// kith's categorical colours stay apart: every pair differs by CIEDE2000 (Sharma, Wu & Dalal 2005,
// solver/features/colour.h) under normal vision and under a deuteranopia simulation (Machado,
// Oliveira & Fernandes 2009, severity 1.0).
#include <doctest/doctest.h>

#include <algorithm>
#include <cmath>

#include "solver/features/colour.h"
#include "viewer/scene/palette.h"

namespace {

// Machado, Oliveira & Fernandes (2009), deuteranopia at severity 1.0, applied to linear sRGB;
// coefficients from memory of the published table.
constexpr double kDeutan[3][3] = {
    {0.367322, 0.860646, -0.227968}, {0.280085, 0.672501, 0.047413}, {-0.011820, 0.042940, 0.968881}};

double decode(double c) { return c <= 0.04045 ? c / 12.92 : std::pow((c + 0.055) / 1.055, 2.4); }
double encode(double c) {
  c = std::clamp(c, 0.0, 1.0);
  return c <= 0.0031308 ? 12.92 * c : 1.055 * std::pow(c, 1 / 2.4) - 0.055;
}

kith::Lab lab_of(const kith::Rgb& c, bool deutan) {
  double v[3] = {c.r, c.g, c.b};
  if (deutan) {
    const double lin[3] = {decode(v[0]), decode(v[1]), decode(v[2])};
    for (int i = 0; i < 3; ++i) v[i] = encode(kDeutan[i][0] * lin[0] + kDeutan[i][1] * lin[1] + kDeutan[i][2] * lin[2]);
  }
  return kith::srgb_to_lab(v[0], v[1], v[2]);
}

double smallest_pair_difference(bool deutan) {
  const auto& t = kith::Palette::kCategorical;
  double smallest = 1e9;
  for (size_t i = 0; i < t.size(); ++i)
    for (size_t j = 0; j < i; ++j)
      smallest =
          std::min(smallest, kith::ciede2000(lab_of(kith::rgb_hex(t[i]), deutan), lab_of(kith::rgb_hex(t[j]), deutan)));
  return smallest;
}

// Measured 12.67 (greedy pick, scikit-image's deltaE_ciede2000); 10 is the floor we hold. A
// difference around 10 reads as a clearly different colour for small marks (common practice).
constexpr double kSmallestDifference = 10.0;

}  // namespace

TEST_CASE("palette: twelve categorical colours differ by CIEDE2000 under normal vision") {
  REQUIRE(kith::Palette::kCategorical.size() >= 12);
  CHECK(smallest_pair_difference(false) > kSmallestDifference);
}

TEST_CASE("palette: twelve categorical colours differ by CIEDE2000 under a deuteranopia simulation") {
  CHECK(smallest_pair_difference(true) > kSmallestDifference);
}

TEST_CASE("palette: the deuteranopia simulation keeps greys and merges red with green") {
  // A check that the simulation does something: a grey stays grey, and pure red and green come
  // much closer than they are under normal vision.
  const kith::Lab grey = lab_of({0.5f, 0.5f, 0.5f}, true);
  CHECK(std::abs(grey.a) < 1.0);
  CHECK(std::abs(grey.b) < 1.0);
  const kith::Rgb red{1, 0, 0}, green{0, 0.5f, 0};
  CHECK(kith::ciede2000(lab_of(red, true), lab_of(green, true)) <
        0.5 * kith::ciede2000(lab_of(red, false), lab_of(green, false)));
}

TEST_CASE("palette: kith's two accents (sea green, copper) stay apart under a deuteranopia simulation on both grounds") {
  for (const kith::Palette& p : {kith::Palette::paper(), kith::Palette::night()}) {
    CAPTURE(p.dark);
    for (bool deutan : {false, true}) {
      CAPTURE(deutan);
      // The accents mark nearer and farther on the same map: they must not merge for a deuteranope.
      CHECK(kith::ciede2000(lab_of(p.nearer, deutan), lab_of(p.farther, deutan)) > kSmallestDifference);
      // ... and each reads against its ground.
      CHECK(kith::ciede2000(lab_of(p.nearer, deutan), lab_of(p.ground, deutan)) > kSmallestDifference);
      CHECK(kith::ciede2000(lab_of(p.farther, deutan), lab_of(p.ground, deutan)) > kSmallestDifference);
    }
  }
  // Neither accent is one of the common plotting defaults' blue or orange.
  for (uint32_t hex : {kith::Palette::kSeaGreen, kith::Palette::kCopper, kith::Palette::kSeaGreenNight,
                       kith::Palette::kCopperNight})
    for (uint32_t common : {0x1F77B4u, 0xFF7F0Eu, 0x0072B2u, 0xE69F00u, 0xD55E00u, 0x009E73u}) CHECK(hex != common);
}
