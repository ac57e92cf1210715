// Colour by any column: the ramp for numbers (CIELAB path, equal CIEDE2000 steps, monotone
// lightness), the categorical code past twelve values (colours, then marks, and a note saying
// which values share a colour), units read from column names, and the same colours in
// `kith render` (pixels counted) and the HTML report (swatches read back).
#include <doctest/doctest.h>

#include <algorithm>
#include <cmath>
#include <cstdlib>
#include <fstream>
#include <random>
#include <set>
#include <string>
#include <vector>

#include "solver/features/colour.h"
#include "tests/approx.h"
#include "tests/sessions_support.h"
#include "tests/window_support.h"
#include "viewer/scene/colour_code.h"
#include "viewer/scene/palette.h"

namespace {

using kith::ColourCode;
using kith::Mark;
using kith::Palette;
using kith::Rgb;
using kith::test::Image;

kith::Lab lab_of(const Rgb& c) { return kith::srgb_to_lab(c.r, c.g, c.b); }

// Steps along the ramp measured by CIEDE2000 (Sharma, Wu & Dalal 2005; solver/features/colour.h,
// itself checked against their published test pairs). Largest step over smallest, measured
// straight across: 1.025 at 8 steps, 1.008 at 16, 1.001 at 64 (the path bends evenly and is
// resampled at equal CIEDE2000 steps); 1.05 is the margin we hold. A path with a sharp bend
// measured 1.2 to 1.33 here.
constexpr double kEvenSteps = 1.05;
// Ends of the ramp far apart: a ramp reads as a scale only when its ends differ clearly; 50 is
// our floor (common practice puts a noticeable difference near 2 and a large one above 40).
constexpr double kEndsApart = 50.0;

std::vector<double> steps(const Palette& p, int count) {
  std::vector<double> d;
  for (int k = 0; k < count; ++k)
    d.push_back(kith::ciede2000(lab_of(p.ramp(float(k) / count)), lab_of(p.ramp(float(k + 1) / count))));
  return d;
}

std::string hex(const Rgb& c) {
  char s[8];
  auto b = [](float v) { return int(std::lround(std::clamp(v, 0.f, 1.f) * 255)); };
  std::snprintf(s, sizeof s, "#%02x%02x%02x", b(c.r), b(c.g), b(c.b));
  return s;
}

std::vector<std::string> names(size_t count) {
  std::vector<std::string> v;
  for (size_t k = 0; k < count; ++k) v.push_back("kind" + std::string(k < 10 ? "0" : "") + std::to_string(k));
  return v;
}

// Twelve kinds of 20 items, well apart in 10 features (invented; fixed seed).
std::string write_twelve_kinds(const std::string& dir) {
  std::mt19937 rng(12);
  std::normal_distribution<double> g(0.0, 1.0);
  std::vector<std::vector<double>> centre(12, std::vector<double>(10));
  for (auto& c : centre)
    for (double& v : c) v = 6 * g(rng);
  const std::vector<std::string> kind = names(12);
  std::ofstream out(dir + "/kinds.csv");
  out << "id,kind,weight_g";
  for (int f = 0; f < 10; ++f) out << ",f" << f;
  out << "\n";
  for (int i = 0; i < 240; ++i) {
    out << "item" << i << "," << kind[i % 12] << "," << (10 + i % 37);
    for (int f = 0; f < 10; ++f) out << "," << centre[i % 12][f] + g(rng);
    out << "\n";
  }
  return dir + "/kinds.csv";
}

// A translucent mark over the ground is the mix ground + a (colour - ground); the map draws far
// items with a < 1. How well `colour` explains a pixel: the L1 distance (0..765) from the pixel to
// the nearest such mix with a >= 0.5, or a large number when no such mix comes near.
int unmixed_distance(const unsigned char* q, const Rgb& colour, const Rgb& ground) {
  const double c[3] = {colour.r * 255.0, colour.g * 255.0, colour.b * 255.0};
  const double g[3] = {ground.r * 255.0, ground.g * 255.0, ground.b * 255.0};
  double num = 0, den = 0;
  for (int k = 0; k < 3; ++k) {
    num += (q[k] - g[k]) * (c[k] - g[k]);
    den += (c[k] - g[k]) * (c[k] - g[k]);
  }
  const double a = den > 0 ? std::clamp(num / den, 0.0, 1.0) : 1.0;
  if (a < 0.5) return 1000;
  double d = 0;
  for (int k = 0; k < 3; ++k) d += std::abs(g[k] + a * (c[k] - g[k]) - q[k]);
  return int(d);
}

// Pixels that `colour` explains within `near` and, when `rivals` are given, better than any of
// them (the pictures are drawn without their legend).
size_t pixels_of(const Image& p, const Rgb& colour, const std::vector<Rgb>& rivals, int near) {
  const Rgb ground = Palette::paper().ground;
  size_t n = 0;
  for (int y = 0; y < p.h; ++y)
    for (int x = 0; x < p.w; ++x) {
      const unsigned char* q = p.at(x, y);
      const int d = unmixed_distance(q, colour, ground);
      if (d > near) continue;
      bool best = true;
      for (const Rgb& r : rivals) best = best && (hex(r) == hex(colour) || unmixed_distance(q, r, ground) > d);
      n += best;
    }
  return n;
}

// An item's disc covers ~80 pixels at this size; its darker rim and overlaps change some of them,
// so a colour counts as drawn when at least this many pixels carry it (measured: each of the twelve
// kinds explains 300 pixels or more).
constexpr size_t kDrawn = 60;
// 8-bit rounding of the mix, three channels (common practice for counting flat colours).
constexpr int kNear = 12;

}  // namespace

TEST_CASE("colour code: the ramp has monotone lightness and equal CIEDE2000 steps, on paper and at night") {
  for (const Palette& p : {Palette::paper(), Palette::night()}) {
    for (const int count : {8, 16, 64}) {
      const std::vector<double> d = steps(p, count);
      const auto [lo, hi] = std::minmax_element(d.begin(), d.end());
      CHECK_MESSAGE(*hi / *lo < kEvenSteps, count << " steps from " << *lo << " to " << *hi);
      MESSAGE(count << " steps: " << *lo << " to " << *hi);
    }
    double previous = lab_of(p.ramp(0.f)).L;
    const double direction = lab_of(p.ramp(1.f)).L - previous;
    for (int k = 1; k <= 64; ++k) {
      const double l = lab_of(p.ramp(k / 64.f)).L;
      CHECK((l - previous) * direction > 0);  // lightness keeps one direction
      previous = l;
    }
    CHECK(kith::ciede2000(lab_of(p.ramp(0.f)), lab_of(p.ramp(1.f))) > kEndsApart);
    // Inside the sRGB gamut: the conversion clips a colour outside it to 0 or 1 in some channel.
    for (int k = 0; k <= 64; ++k) {
      const Rgb c = p.ramp(k / 64.f);
      for (const float v : {c.r, c.g, c.b}) CHECK((v > 0.01f && v < 0.99f));
    }
  }
  // Night reverses the ramp: the low end is dark on paper's light ground's opposite.
  CHECK(lab_of(Palette::paper().ramp(0.f)).L > lab_of(Palette::paper().ramp(1.f)).L);
  CHECK(lab_of(Palette::night().ramp(0.f)).L < lab_of(Palette::night().ramp(1.f)).L);
}

TEST_CASE("colour code: twelve values take twelve colours, past twelve marks, past 48 other") {
  const Palette paper = Palette::paper();
  auto spread = [](size_t kinds, size_t each) {
    std::vector<std::string> v;
    const std::vector<std::string> k = names(kinds);
    for (size_t i = 0; i < kinds * each; ++i) v.push_back(k[i % kinds]);
    return v;
  };
  {
    const ColourCode c = kith::categorical_code("kind", spread(12, 5), paper);
    std::set<std::string> colours;
    for (size_t i = 0; i < c.colour.size(); ++i) {
      colours.insert(hex(c.colour[i]));
      CHECK(c.mark[i] == Mark::kDisc);
    }
    CHECK(colours.size() == 12);
    CHECK(c.entries.size() == 12);
    CHECK(c.notes.empty());
  }
  {
    const ColourCode c = kith::categorical_code("kind", spread(24, 3), paper);
    std::set<std::pair<std::string, int>> codes;
    std::set<std::string> colours;
    for (size_t i = 0; i < c.colour.size(); ++i) {
      codes.insert({hex(c.colour[i]), int(c.mark[i])});
      colours.insert(hex(c.colour[i]));
    }
    CHECK(codes.size() == 24);
    CHECK(colours.size() == 12);
    REQUIRE(!c.notes.empty());  // says which values share a colour
    CHECK(c.notes[0].find("ring") != std::string::npos);
  }
  {
    const ColourCode c = kith::categorical_code("kind", spread(60, 2), paper);
    std::set<std::pair<std::string, int>> codes;
    for (size_t i = 0; i < c.colour.size(); ++i) codes.insert({hex(c.colour[i]), int(c.mark[i])});
    CHECK(codes.size() == kith::kCodedValues + 1);  // 48 codes and the muted "other"
    CHECK(c.entries.back().label.find("other") != std::string::npos);
  }
  {
    // Most common value first: it takes the first colour.
    std::vector<std::string> v = {"b", "a", "a", ""};
    const ColourCode c = kith::categorical_code("kind", v, paper);
    CHECK(hex(c.colour[1]) == hex(kith::rgb_hex(Palette::kCategorical[0])));
    CHECK(c.entries.back().label == "no value");
  }
}

TEST_CASE("colour code: a ramp gives its range, its unit and a muted colour for a missing value") {
  const Palette paper = Palette::paper();
  const ColourCode c = kith::ramp_code("caffeine", "mg", {5.0, 25.0, std::nan(""), 45.0}, false, paper);
  CHECK(c.ramp);
  CHECK(c.lo == 5.0);
  CHECK(c.hi == 45.0);
  CHECK(c.unit == "mg");
  CHECK(hex(c.colour[0]) == hex(paper.ramp(0.f)));
  CHECK(hex(c.colour[1]) == hex(paper.ramp(0.5f)));
  CHECK(hex(c.colour[3]) == hex(paper.ramp(1.f)));
  CHECK(hex(c.colour[2]) != hex(paper.ramp(0.f)));
  CHECK(kith::ramp_code("judgments", "judgments", {2.0, 4.0}, true, paper).lo == 0.0);
  CHECK(kith::ramp_label(12.5, "mg") == "12.5 mg");

  CHECK(kith::unit_in_name("caffeine (mg)") == "mg");
  CHECK(kith::unit_in_name("length [cm]") == "cm");
  CHECK(kith::unit_in_name("caffeine_mg") == "mg");
  CHECK(kith::unit_in_name("share_pct") == "%");
  CHECK(kith::unit_in_name("steep_minutes") == "minutes");
  CHECK(kith::unit_in_name("bitterness") == "");
  CHECK(kith::unit_in_name("f_x") == "");
}

TEST_CASE("colour code: kith render shows a numeric column as a ramp and twelve kinds in twelve colours, "
          "and the report uses the same colours") {
  const std::string dir = kith::test::temp_dir("colour-code");
  const std::string items = write_twelve_kinds(dir);
  const std::string render = std::string("env -u DISPLAY ") + KITH_BINARY + " render " + items +
                             " --iterations 400 --size 960x600 --no-legend ";
  REQUIRE(kith::test::run_shell(render + "--colour kind -o " + dir + "/kinds.png").code == 0);
  const Image kinds = kith::test::load_png(dir + "/kinds.png");
  std::vector<Rgb> twelve;
  for (const uint32_t c : Palette::kCategorical) twelve.push_back(kith::rgb_hex(c));
  for (const Rgb& c : twelve) CHECK_MESSAGE(pixels_of(kinds, c, twelve, kNear) >= kDrawn, hex(c) << " drawn");

  // A numeric column: pixels of the ramp's low, middle and high colours, none of the
  // categorical colours that are far from the ramp.
  const kith::test::KithRun ramp = kith::test::run_shell(render + "--colour weight_g -o " + dir + "/weight.png");
  REQUIRE(ramp.code == 0);
  const Image weight = kith::test::load_png(dir + "/weight.png");
  const Palette paper = Palette::paper();
  for (const float t : {0.05f, 0.5f, 0.95f})
    CHECK_MESSAGE(pixels_of(weight, paper.ramp(t), {}, kNear) >= kDrawn, "ramp at " << t);
  CHECK(pixels_of(weight, kith::rgb_hex(Palette::kCategorical[9]), {}, kNear) < kDrawn);  // pure blue is not on it

  // Unknown column: exit 2 and the choices listed.
  const kith::test::KithRun wrong = kith::test::run_shell(render + "--colour sweetness -o " + dir + "/no.png 2>&1");
  CHECK(wrong.code == 2);
  CHECK(wrong.output.find("weight_g") != std::string::npos);
  CHECK(!std::filesystem::exists(dir + "/no.png"));

  // The report: the same colour for each kind (the legend's swatches, in the code's order).
  REQUIRE(kith::test::run_kith("report " + items + " --iterations 300 --colour kind -o " + dir +
                               "/report.html > /dev/null 2>&1")
              .code == 0);
  const std::string page = kith::test::file_bytes(dir + "/report.html");
  const ColourCode code = kith::categorical_code("kind", names(12), paper);
  for (const kith::CodeEntry& e : code.entries) {
    const std::string swatch = "background:" + hex(e.colour) + ";border-color:" + hex(e.colour) + "'></span>" + e.label;
    CHECK_MESSAGE(page.find(swatch) != std::string::npos, e.label << " as " << hex(e.colour));
  }
}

_Exercise description_
Show every line of the listing in which the string "keeps" can be found.

_Expected answer_
TEST_CASE("palette: the deuteranopia simulation keeps greys and merges red with green") {
      CHECK((l - previous) * direction > 0);  // lightness keeps one direction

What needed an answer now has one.